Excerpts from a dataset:
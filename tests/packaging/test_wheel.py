"""What users install: the built wheel, in a fresh virtual environment, outside the repo.

Builds the wheel and the sdist, installs the wheel (not editable) with the notebook
extra into a new venv, and from a temporary folder: imports vpkit.panels, opens the
explorer and the overview headless on a clean copy of the bundled demo runs, and runs
`python -m vpkit analyze`. Expectations are ours (common practice, no source): a
plain `pip install` must give a working tool. Marked `wheel` (slow: it installs the
dependencies into the new venv); `make test` and CI run it.
"""

import shutil
import subprocess
import sys
import zipfile
from pathlib import Path

import pytest

ROOT = Path(__file__).resolve().parents[2]
CLEAN = shutil.ignore_patterns("*.vpkit-session.json", "*.refused-*", "*-report", "__pycache__")

SCRIPT = r"""
import sys, pathlib
import vpkit, vpkit.panels
assert "site-packages" in vpkit.__file__, vpkit.__file__
demo = pathlib.Path(sys.argv[1])
panel = vpkit.explore(demo / "recovered_2-propanol.csv", canvas="static", autosave=False)
assert panel.analysis is not None and panel.analysis.enthalpy.std_dev > 0
ov = vpkit.overview(demo)
assert (ov.summary["status"] == "").sum() == 3, ov.summary[["run_id", "status"]]
print("ok", vpkit.__file__)
"""


@pytest.mark.wheel
def test_wheel_installs_and_runs_outside_the_repo(tmp_path):
    dist = tmp_path / "dist"
    subprocess.run([sys.executable, "-m", "build", "--wheel", "--sdist", "--outdir", str(dist),
                    str(ROOT)], check=True, capture_output=True)
    wheel = next(dist.glob("vpkit-*.whl"))
    names = zipfile.ZipFile(wheel).namelist()
    for needed in ("vpkit/panels/__init__.py", "vpkit/panels/explorer.py",
                   "vpkit/physics/data/antoine_poling.csv",
                   "vpkit/physics/data/water_iapws95_psat.csv", "vpkit/analysis/engine.py",
                   "vpkit/record/__init__.py", "vpkit/output/__init__.py"):
        assert needed in names, needed
    assert next(dist.glob("vpkit-*.tar.gz"))
    venv = tmp_path / "fresh"
    subprocess.run([sys.executable, "-m", "venv", str(venv)], check=True)
    py = venv / "bin" / "python"
    subprocess.run([str(py), "-m", "pip", "install", "--quiet", f"{wheel}[notebook]"],
                   check=True, capture_output=True)
    work = tmp_path / "elsewhere"
    shutil.copytree(ROOT / "data" / "demo", work / "demo", ignore=CLEAN)
    out = subprocess.run([str(py), "-c", SCRIPT, str(work / "demo")], cwd=work,
                         capture_output=True, text=True, env={"MPLBACKEND": "Agg",
                                                              "HOME": str(tmp_path / "home")})
    assert out.returncode == 0, out.stderr
    assert "ok" in out.stdout
    run_file = work / "demo" / "tube_check_water.csv"
    cli = subprocess.run([str(py), "-m", "vpkit", "analyze", str(run_file), "--out",
                          str(work / "out")], cwd=work, capture_output=True, text=True,
                         env={"MPLBACKEND": "Agg", "HOME": str(tmp_path / "home")})
    assert cli.returncode == 0, cli.stderr
    assert "ΔH_vap" in cli.stdout and (work / "out" / "tube_check_water.png").exists()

Action item:
For every line in the data above that has the string "names", return that line.

Answer for this exercise:
    names = zipfile.ZipFile(wheel).namelist()
        assert needed in names, needed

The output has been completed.